Membrane traffic: a schematic

Schekman, Südhof and Rothman were recognized for their work in developing the study of membrane trafficking, a field shown by Genome Biology's archive to have had cause to crossover with our own realms of genomics and computational biology. The trafficking machinery at the heart of the laureates' research relies on repetition of the same domains in different proteins to bend, break, transport, fuse and sort membranes at different intracellular locations. The generation of sequence data, together with bioinformatics methods that identify sequence homology, has enabled the identification of novel factors in the membrane trafficking machinery.

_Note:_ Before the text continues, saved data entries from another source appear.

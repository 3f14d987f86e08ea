// A small scripting handle on `window.padproofSounds`, installed by the /sounds page: browser
// tests and the benchmark render offline through it and measure the samples themselves.
import { EFFECTS } from '$lib/engine/effects';
import { DEMO_LOOPS } from './loops/patterns';
import type { RenderSpec } from './render';

export interface RenderedForScript {
	sampleRate: number;
	lookAhead: number;
	/** Each channel's Float32 samples, little-endian, base64 (exact and compact to hand over). */
	channels: string[];
	renderMs: number;
}

export interface SoundsHook {
	loops: { id: string; name: string; bpm: number }[];
	effects: string[];
	render(spec: RenderSpec): Promise<RenderedForScript>;
}

export function floatsToBase64(samples: Float32Array): string {
	const bytes = new Uint8Array(samples.buffer, samples.byteOffset, samples.byteLength);
	let text = '';
	for (let i = 0; i < bytes.length; i += 0x8000) text += String.fromCharCode(...bytes.subarray(i, i + 0x8000));
	return btoa(text);
}

export function installSoundsHook(target: { padproofSounds?: SoundsHook }): void {
	target.padproofSounds = {
		loops: DEMO_LOOPS.map(({ id, name, bpm }) => ({ id, name, bpm })),
		effects: Object.keys(EFFECTS),
		async render(spec) {
			const started = performance.now();
			const { renderRig } = await import('./render');
			const rendered = await renderRig(spec);
			const renderMs = performance.now() - started;
			return {
				sampleRate: rendered.sampleRate,
				lookAhead: rendered.lookAhead,
				channels: rendered.channels.map(floatsToBase64),
				renderMs
			};
		}
	};
}
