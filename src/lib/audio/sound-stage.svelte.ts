// Live sound for a page: one realtime AudioRig started after a user gesture, its master meter
// polled each animation frame, and the audition rack the sounds page plays with. Tone.js loads
// only when sound starts, so a browser without Web Audio still gets the page and a clear message.
import { EFFECTS } from '$lib/engine/effects';
import { DECK_IDS, type DeckId, type EffectId, type RigState } from '$lib/engine/types';
import { findLoop } from './loops/patterns';
import { DEFAULT_MASTER_DB } from './mix';
import type { AudioRig } from './rig';
import { quietRack, quietRig } from './rig-state';
import { webAudioProblem } from './support';

export type StageStatus = 'idle' | 'starting' | 'running' | 'unavailable';

export interface Audition {
	effect: EffectId;
	deck: DeckId;
	mix: number;
	params: number[];
	on: boolean;
}

export class SoundStage {
	status = $state<StageStatus>('idle');
	problem = $state<string | null>(null);
	tempo = $state(120);
	masterDb = $state(DEFAULT_MASTER_DB);
	meterDb = $state(-Infinity);
	loops = $state<Record<DeckId, string | null>>({ A: 'glass-steps', B: null, C: null, D: null });
	playing = $state<Record<DeckId, boolean>>({ A: true, B: false, C: false, D: false });
	levels = $state<Record<DeckId, number>>({ A: 0, B: 0, C: 0, D: 0 });
	audition = $state<Audition>({
		effect: 'echo',
		deck: 'A',
		mix: 0.5,
		params: EFFECTS.echo.params.map((p) => p.default),
		on: false
	});
	#rig: AudioRig | null = null;
	#frame = 0;

	constructor() {
		const problem = typeof window === 'undefined' ? null : webAudioProblem(window);
		if (problem && problem.includes('no Web Audio')) {
			this.status = 'unavailable';
			this.problem = problem;
		}
	}

	/** Must run inside a user gesture (a click or key press): browsers only start audio then. */
	async start(): Promise<void> {
		if (this.status !== 'idle') return;
		this.status = 'starting';
		try {
			const [tone, { AudioRig }] = await Promise.all([import('tone'), import('./rig')]);
			await tone.start();
			const now = tone.getContext().currentTime;
			this.#rig = await AudioRig.create({ tempo: this.tempo, origin: now, state: this.#rigState() });
			this.#rig.master.setLevel(this.masterDb, now);
			this.#rig.master.output.toDestination(); // the rig renders offline too, so live pages wire the speakers
			for (const d of DECK_IDS) this.#applyDeck(d);
			this.#rig.startClock();
			this.status = 'running';
			this.#poll();
		} catch (error) {
			this.status = 'unavailable';
			this.problem = `Sound could not start: ${error instanceof Error ? error.message : String(error)}`;
		}
	}

	setTempo(bpm: number): void {
		this.tempo = Math.min(200, Math.max(60, Math.round(bpm)));
		this.#rig?.setTempo(this.tempo);
	}

	setMaster(db: number): void {
		this.masterDb = db;
		this.#rig?.master.setLevel(db, this.#now());
	}

	setLoop(deck: DeckId, loop: string | null): void {
		this.loops[deck] = loop;
		this.#rig?.setLoop(deck, loop ? findLoop(loop) : null);
	}

	setPlaying(deck: DeckId, playing: boolean): void {
		this.playing[deck] = playing;
		this.#syncRig();
	}

	setLevel(deck: DeckId, db: number): void {
		this.levels[deck] = db;
		this.#rig?.decks[deck].setLevel(db, this.#now());
	}

	chooseEffect(effect: EffectId): void {
		this.audition = { ...this.audition, effect, params: EFFECTS[effect].params.map((p) => p.default) };
		this.#syncRig();
	}

	updateAudition(patch: Partial<Audition>): void {
		this.audition = { ...this.audition, ...patch };
		this.#syncRig();
	}

	#now(): number {
		return this.#rig?.context.currentTime ?? 0;
	}

	#applyDeck(deck: DeckId) {
		const loop = this.loops[deck];
		this.#rig?.setLoop(deck, loop ? findLoop(loop) : null);
		this.#rig?.decks[deck].setLevel(this.levels[deck], this.#now());
	}

	/** The audition as a rig state: rack 1 in focus mode, routed to the chosen deck only. */
	#rigState(): RigState {
		const state = quietRig();
		for (const d of DECK_IDS) state.decks[d].playing = this.playing[d];
		const a = this.audition;
		const rack = quietRack();
		rack.on = a.on;
		rack.mode = 'focus';
		rack.mix = a.mix;
		rack.params = [...a.params];
		rack.routes[a.deck] = true;
		rack.slots[0] = { effect: a.effect, on: true, amount: 0.5 };
		state.racks[0] = rack;
		return state;
	}

	#syncRig() {
		this.#rig?.sync(this.#rigState(), this.#now() + this.#rig.lookAhead);
	}

	#poll = () => {
		if (!this.#rig) return;
		this.meterDb = this.#rig.master.meterDb();
		this.#frame = requestAnimationFrame(this.#poll);
	};

	dispose(): void {
		cancelAnimationFrame(this.#frame);
		this.#rig?.dispose();
		this.#rig = null;
		this.status = 'idle';
	}
}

In some cases, such as AP5 (reported in an Open Access journal), computational approaches have discovered homologs on the basis of structure, where the sequences themselves were too diverged for detection.

Michael Levitt

But the achievements of bioinformatics in the field of structural biology are far more immense than the identification of the odd homolog, as has been recognized by the award of the 2013 Nobel prize in Chemistry to Michael Levitt, Arieh Warshel and Martin Karplus for achievements in computational modeling of complex chemical systems – especially notable for work on structural biology. BioMed Central journal BMC Structural Biology has published a number of Levitt's papers.

More generally, Genome Biology is joined at BioMed Central by a number of journals who, like us, have a strong bioinformatics bent, and so we are collectively delighted to see the Nobel committee's ennoblement of computational biology. And we will continue to publish the best of bioinformatics in all its peer reviewed glory.